Roger Mühl was born in Geudertheim, Bas-Rhin, at the end of 1929. He entered the Strasbourg School of Decorative Arts in 1939. After the interruption of the war, he resumed his studies in 1945 until 1948.

From then on, he worked as a decorator at the Barabli, a satirical cabaret created in Strasbourg by Germain Muller. He designed murals for schools in the region, notably Ittenheim in 1952, then, at the request of the French Ministry of Education, in other regions of France, in Brittany and Normandy, as well as in Paris (1954-1955). Meanwhile, in 1953, the Maison d’Art alsacienne in Strasbourg offered him his first solo exhibition. The city’s Museum of Modern and Contemporary Art acquired two of his works. In 1954 he moves to Montreux-Château in the Territoire de Belfort.

Roger Mühl is a painter of color. His paintings are preceded by a great deal of drawing work to find the desired relationships between line and mass. He paints portraits, still lifes and, above all, landscapes, in which he translates light with great mastery.

He carries out numerous public commissions in the context of the 1% artistic scheme (set up in 1951), extending his practice to the creation of stained-glass windows and tapestries (at Aubusson, atelier Pinton). He also created decorations for religious buildings, including a Christ engraved in a stone cross for the choir of the Ostheim temple designed by architect René Joseph Schmitt in 1958, and a wrought-iron Christ for the exterior.

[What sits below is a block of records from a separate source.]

// Text -> a checked, complete case, or every issue at once. Pure: files that a case names come through a
// resolver; nothing here opens one, knows the time, or throws for anything a text can hold.

import type { Alarm, Case, Controller, Interlock, Limit, Scenario, Uncertain } from './case.ts';
import { checkSection } from './check.ts';
import type { Issue } from './issues.ts';
import { join } from './issues.ts';
import { parseJson } from './json.ts';
import { suggestion } from './nearest.ts';
import { Reading } from './reading.ts';
import type { ResolveFile } from './reading.ts';
import type { Directory } from './resolve/actions.ts';
import { knownTag } from './resolve/actions.ts';
import { readColumn } from './resolve/column.ts';
import type { ScaledInstrument } from './resolve/control.ts';
import { readAlarm, readController, readInstrument, readLimit, warnCrossedAlarms } from './resolve/control.ts';
import { readInterlock } from './resolve/interlocks.ts';
import { checkPhases } from './resolve/physics.ts';
import { readGas, readLiquid } from './resolve/plant.ts';
import type { Plant } from './resolve/plant-tags.ts';
import { plantOf } from './resolve/plant-tags.ts';
import { readRun } from './resolve/run.ts';
import { readScenario } from './resolve/scenarios.ts';
import type { Substances } from './resolve/strengths.ts';
import { readCarrier, readSolute, readSolvent } from './resolve/substances.ts';
import type { TagUse } from './resolve/tags.ts';
import { checkTags, keyedTags } from './resolve/tags.ts';
import { readUncertain } from './resolve/uncertainty.ts';
import type { UncertainText } from './schema/actions.ts';
import type { SolventText } from './schema/substances.ts';
import { FORMAT_VERSION, caseSchema } from './schema.ts';

/** Longer texts are refused unread, characters; a large case with typed tables has some 100 000. */
export const LONGEST_TEXT = 5_000_000;

/** What a reader may be given beside the text. */
export interface ReadOptions {
  /** Text of a file that the case names (a trace, an equilibrium table); undefined when there is none. */
  readonly resolveFile?: ResolveFile;
}

/** A case, or all that is wrong with its text. Warnings come either way. */
export type ReadResult =
  | { readonly ok: true; readonly value: Case; readonly warnings: readonly Issue[] }
  | { readonly ok: false; readonly issues: readonly Issue[]; readonly warnings: readonly Issue[] };

/**
 * Reads the text of a case file.
 *
 * @param text - JSON; longer than `LONGEST_TEXT` is refused unread.
 * @returns The case in SI with every default filled in, or all issues.
 */
export function readCase(text: string, options: ReadOptions = {}): ReadResult {
  const reading = new Reading(options.resolveFile);
  const root = readRoot(reading, text);
  const value = root === undefined ? undefined : readSections(reading, root);
  if (value !== undefined && reading.issues.length === 0) return { ok: true, value, warnings: reading.warnings };
  return { ok: false, issues: reading.issues, warnings: reading.warnings };
}

/** Id of the library solvent that a solvent rests on, or its own; the library lists solutes by solvent. */
function baseOf(solvent: SolventText | undefined): string {
  if (solvent === undefined || typeof solvent === 'string') return solvent ?? 'water';
  return solvent.base ?? solvent.id ?? 'own-solvent';
}

/** The JSON object of a text, or undefined after noting why there is none. */
function readRoot(reading: Reading, text: string): Record<string, unknown> | undefined {
  if (text.length > LONGEST_TEXT) {
    reading.object(
      'too-large',
      '',
      `a file of at most ${LONGEST_TEXT / 1e6} MB`,
      `${(text.length / 1e6).toFixed(1)} MB`,
      'put long traces into CSV files',
    );
    return undefined;
  }
  const json = parseJson(text);
  if (!json.ok) {
    const { line, column, expected, received } = json.fault;
    reading.issues.push({ path: '', expected, received, severity: 'error', kind: 'syntax', line, column });
    return undefined;
  }
  for (const { path, line, column } of json.duplicates) {
    reading.issues.push({
      path: path.reduce<string>(join, ''),
      expected: 'each key once',
      received: 'the same key a second time',
      severity: 'error',
      kind: 'syntax',
      line,
      column,
    });
  }
  const { value } = json;
  if (typeof value !== 'object' || value === null || Array.isArray(value)) {
    reading.refuse('type', '', 'an object', value);
    return undefined;
  }
  const root = value as Record<string, unknown>;
  const version = root['formatVersion'];
  if (version !== undefined && version !== FORMAT_VERSION) {
    reading.refuse('version', 'formatVersion', `${FORMAT_VERSION}, the version this program reads`, version);
    return undefined;
  }
  return root;
}

type Sections = typeof caseSchema.entries;

/** Reads the sections one by one, so that trouble in one does not hide trouble in another. */
function readSections(reading: Reading, root: Record<string, unknown>): Case | undefined {
  const known = Object.keys(caseSchema.entries);
  for (const key of Object.keys(root)) {
    if (!known.includes(key)) {
      reading.object('unknown-key', key, 'a key that a case knows', `"${key}"`, suggestion(key, known));
    }
  }
  const section = <K extends keyof Sections>(key: K) => checkSection(reading, caseSchema.entries[key], root[key], key);
  section('$schema');
  section('invented');
  section('formatVersion');
  const title = section('title');
  const shows = section('shows');
  const solventText = section('solvent');
  const carrierText = section('carrier');
  const soluteTexts = section('solutes');
  const columnText = section('column');
  const gasText = section('gas');
  const liquidText = section('liquid');
  const runText = section('run');
  const uncertainTexts = section('uncertainty');

  const solvent = solventText === undefined ? undefined : readSolvent(reading, solventText);
  const carrier = carrierText === undefined ? undefined : readCarrier(reading, carrierText);
  const solutes = soluteTexts?.map((text, index) =>
    readSolute(reading, `solutes[${index}]`, text, baseOf(solventText)),
  );
  solutes?.forEach((solute, index) => {
    if (solute !== undefined && solutes.findIndex((other) => other?.id === solute.id) < index) {
      reading.refuse(
        'duplicate',
        `solutes[${index}]`,
        'a solute that is not listed before',
        solute.id,
        'give it its own "id"',
      );
    }
  });
  const whole = solutes?.filter((solute) => solute !== undefined);
  const substances: Substances | undefined =
    solvent === undefined || whole === undefined || whole.length < (solutes?.length ?? 0)
      ? undefined
      : { solvent, solutes: whole };

  const column = columnText === undefined ? undefined : readColumn(reading, columnText, liquidText?.feed.rate);
  const pressure = column?.topPressure ?? Number.NaN;
  const gas =
    gasText === undefined || substances === undefined ? undefined : readGas(reading, gasText, substances, pressure);
  const liquid =
    liquidText === undefined || substances === undefined || columnText === undefined
      ? undefined
      : readLiquid(reading, liquidText, substances, columnText);
  const plant =
    substances === undefined || column === undefined || gas === undefined || liquid === undefined
      ? undefined
      : plantOf(substances, column, gas, liquid);
  if (plant !== undefined && carrier !== undefined && solvent !== undefined) {
    checkPhases(reading, { solvent, carrier, column: plant.column, gas: plant.gas, liquid: plant.liquid });
  }
  const watch = readWatch(reading, root, plant);
  const run = readRun(reading, runText ?? {});
  const uncertainty = readUncertainty(reading, uncertainTexts ?? []);
  if (
    title === undefined ||
    shows === undefined ||
    solvent === undefined ||
    carrier === undefined ||
    plant === undefined ||
    watch === undefined
  ) {
    return undefined;
  }
  return {
    formatVersion: FORMAT_VERSION,
    title,
    shows,
    solvent,
    carrier,
    solutes: plant.solutes,
    column: plant.column,
    gas: plant.gas,
    liquid: plant.liquid,
    ...watch,
    uncertainty,
    run,
    provenance: reading.provenance,
  };
}

type Watch = Pick<Case, 'instruments' | 'alarms' | 'interlocks' | 'controllers' | 'limits' | 'scenarios'>;

/**
 * Instruments and what refers to them. Entries are checked against the schema even when the plant has
 * issues; what needs the plant (strengths, machines, valves) then waits for it.
 */
function readWatch(reading: Reading, root: Record<string, unknown>, plant: Plant | undefined): Watch | undefined {
  const { instruments, alarms, interlocks, controllers, limits, scenarios } = caseSchema.entries;
  const texts = {
    instruments: entriesOf(reading, 'instruments', root['instruments'], (value, path) =>
      checkSection(reading, instruments.wrapped.value, value, path),
    ),
    alarms: entriesOf(reading, 'alarms', root['alarms'], (value, path) =>
      checkSection(reading, alarms.wrapped.value, value, path),
    ),
    interlocks: entriesOf(reading, 'interlocks', root['interlocks'], (value, path) =>
      checkSection(reading, interlocks.wrapped.value, value, path),
    ),
    controllers: entriesOf(reading, 'controllers', root['controllers'], (value, path) =>
      checkSection(reading, controllers.wrapped.value, value, path),
    ),
    limits: entriesOf(reading, 'limits', root['limits'], (value, path) =>
      checkSection(reading, limits.wrapped.value, value, path),
    ),
    scenarios: entriesOf(reading, 'scenarios', root['scenarios'], (value, path) =>
      checkSection(reading, scenarios.wrapped.value, value, path),
    ),
  };
  const instrumentTags = keysOf(root['instruments']);
  for (const [name, list] of [
    ['alarms', texts.alarms],
    ['controllers', texts.controllers],
  ] as const) {
    for (const [tag, entry] of list) {
      knownTag(reading, `${name}.${tag}.instrument`, 'the tag of an instrument', entry.instrument, instrumentTags);
    }
  }
  if (plant === undefined) return undefined;
  const scaled = new Map<string, ScaledInstrument>();
  for (const [tag, text] of texts.instruments) {
    const instrument = readInstrument(reading, join('instruments', tag), tag, text, plant);
    if (instrument !== undefined) scaled.set(tag, instrument);
  }
  const directory: Directory = {
    plant,
    instruments: scaled,
    instrumentTags,
    controllerTags: keysOf(root['controllers']),
    controllerInstruments: new Map(texts.controllers.map(([tag, text]) => [tag, text.instrument])),
    interlockTags: keysOf(root['interlocks']),
  };
  checkTags(reading, tagUses(plant, root));
  const readAlarms: Alarm[] = read(texts.alarms, (tag, text) =>
    readAlarm(reading, join('alarms', tag), tag, text, scaled),
  );
  warnCrossedAlarms(reading, readAlarms);
  const readControllers: Controller[] = read(texts.controllers, (tag, text) =>
    readController(reading, join('controllers', tag), tag, text, scaled, plant),
  );
  const readInterlocks: Interlock[] = read(texts.interlocks, (tag, text) =>
    readInterlock(reading, join('interlocks', tag), tag, text, directory),
  );
  const readLimits: Limit[] = read(texts.limits, (id, text) => readLimit(reading, join('limits', id), id, text, plant));
  const readScenarios: Scenario[] = read(texts.scenarios, (id, text) =>
    readScenario(reading, join('scenarios', id), id, text, directory),
  );
  return {
    instruments: [...scaled.values()].map(({ instrument }) => instrument),
    alarms: readAlarms,
    interlocks: readInterlocks,
    controllers: readControllers,
    limits: readLimits,
    scenarios: readScenarios,
  };
}

/** Entries of a keyed section that fit their schema. */
function entriesOf<T>(
  reading: Reading,
  path: string,
  value: unknown,
  check: (value: unknown, path: string) => T | undefined,
): [string, T][] {
  if (value === undefined) return [];
  if (typeof value !== 'object' || value === null || Array.isArray(value)) {
    reading.refuse('type', path, 'an object, one entry for each tag', value);
    return [];
  }
  const out: [string, T][] = [];
  for (const [key, entry] of Object.entries(value)) {
    const checked = check(entry, join(path, key));
    if (checked !== undefined) out.push([key, checked]);
  }
  return out;
}

function read<T, R>(entries: readonly [string, T][], one: (key: string, text: T) => R | undefined): R[] {
  return entries.map(([key, text]) => one(key, text)).filter((entry) => entry !== undefined);
}

function keysOf(value: unknown): string[] {
  return typeof value === 'object' && value !== null && !Array.isArray(value) ? Object.keys(value) : [];
}

function tagUses(plant: Plant, root: Record<string, unknown>): TagUse[] {
  const { gas, liquid } = plant;
  const uses: TagUse[] = [
    { tag: liquid.pumps.duty, path: 'liquid.pumps.duty', what: 'the duty pump' },
    { tag: gas.inletValve.tag, path: 'gas.inletValve.tag', what: 'the gas inlet valve' },
    { tag: liquid.valve.tag, path: 'liquid.valve.tag', what: 'the solvent valve' },
    { tag: liquid.sump.drain.tag, path: 'liquid.sump.drain.tag', what: 'the drain valve' },
  ];
  const more: [string | undefined, string, string][] = [
    [liquid.pumps.standby, 'liquid.pumps.standby', 'the standby pump'],
    [gas.source.kind === 'fan' ? gas.source.tag : undefined, 'gas.source.tag', 'the fan'],
    [gas.diversion?.tag, 'gas.diversion.tag', 'the diversion'],
    [liquid.cooler?.tag, 'liquid.cooler.tag', 'the cooler'],
    [liquid.makeUp?.tag, 'liquid.makeUp.tag', 'the make-up valve'],
    [liquid.bleed?.tag, 'liquid.bleed.tag', 'the bleed valve'],
    [liquid.emergencyWater?.tag, 'liquid.emergencyWater.tag', 'the emergency water valve'],
  ];
  for (const [tag, path, what] of more) if (tag !== undefined) uses.push({ tag, path, what });
  for (const [section, what] of [
    ['instruments', 'an instrument'],
    ['alarms', 'an alarm'],
    ['interlocks', 'an interlock'],
    ['controllers', 'a controller'],
  ] as const) {
    uses.push(...keyedTags(section, Object.fromEntries(keysOf(root[section]).map((key) => [key, null])), what));
  }
  return uses;
}

function readUncertainty(reading: Reading, texts: UncertainText[]): Uncertain[] {
  // A section with issues leaves no paths behind; a path into it is not to blame then.
  const paths = reading.issues.length === 0 ? reading.provenance.map(({ path }) => path) : undefined;
  return texts
    .map((text, index) => readUncertain(reading, `uncertainty[${index}]`, text, paths))
    .filter((entry) => entry !== undefined);
}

In 1960, his work was the subject of a solo show at the Galerie de Paris, which met with great success and led to further exhibitions in Paris and New York, notably at the David Findlay gallery, which remained loyal to him until the end of his career. The artist took up lithography in 1960 at Fernand Mourlot’s famous studio, frequented by some of the 20th century’s greatest artists, including Picasso, Matisse and Chagall. Lithography led him to illustrate books, including Denis Rougemont’s L’Aventure occidentale de l’homme (Monte-Carlo, André Sauret, 1972).

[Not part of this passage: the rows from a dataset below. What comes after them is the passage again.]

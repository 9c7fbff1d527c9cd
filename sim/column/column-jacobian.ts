/**
 * Jacobian of the column. The local part (what a cell's primitives owe to its own states, gas flow and pressure) is
 * taken by differences, one cell at a time: some eight evaluations of a cell instead of the dozens of whole right-hand
 * sides that coloured differences would cost. The face part is exact. The plant is differenced through its two halves.
 * Left out: the thermal expansion of the liquid in the gas that a growing gas space takes in.
 */
import type { Case } from '../case/case.ts';
import { entryIndex, type SparsePattern } from '../numerics/sparse-pattern.ts';
import type { Chain } from './chain.ts';
import { createColumnPattern } from './column-pattern.ts';
import { inletFace, interiorFace, outletFace, type FaceValue } from './face-value.ts';
import { DATUM_TEMPERATURE, type Fluids } from './fluids.ts';
import type { Layout } from './layout.ts';
import { PRESSURE_LAG, type Plant } from './plant.ts';
import type { InputPorts, OutputPorts } from './ports.ts';
import { NO_LIMIT, type Primitives } from './primitives.ts';

export interface ColumnJacobianParts {
  readonly plant: Case;
  readonly layout: Layout;
  readonly fluids: Fluids;
  readonly chains: readonly (readonly Chain[])[];
  readonly machinery: Plant;
  readonly index: Primitives;
  readonly inputs: InputPorts;
  readonly outputs: OutputPorts;
  readonly molarVolume: (T: number) => number;
  readonly scales: Float64Array;
}

export interface ColumnJacobian {
  readonly pattern: SparsePattern;
  /** At a state that the column has just been evaluated at. */
  readonly fill: (t: number, y: Float64Array, values: Float64Array) => void;
}

/** Relative step of the differences; their error is some 1e-7 of an entry. */
const STEP = 1e-7;
/** Share of a state's typical magnitude below which the step does not follow it down. */
const FLOOR = 0.01;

In 1965, he left the east of France for the light. He settled in Grasse, then ten years later in Mougins, where Picasso lived until his death in April 1973. The Art Center Hall in Tokyo hosted an exhibition of his work in 1987. The following year, a major retrospective of his work was held in Belfort. The Charpentier gallery in Paris associated him with several exhibitions of the École de Paris.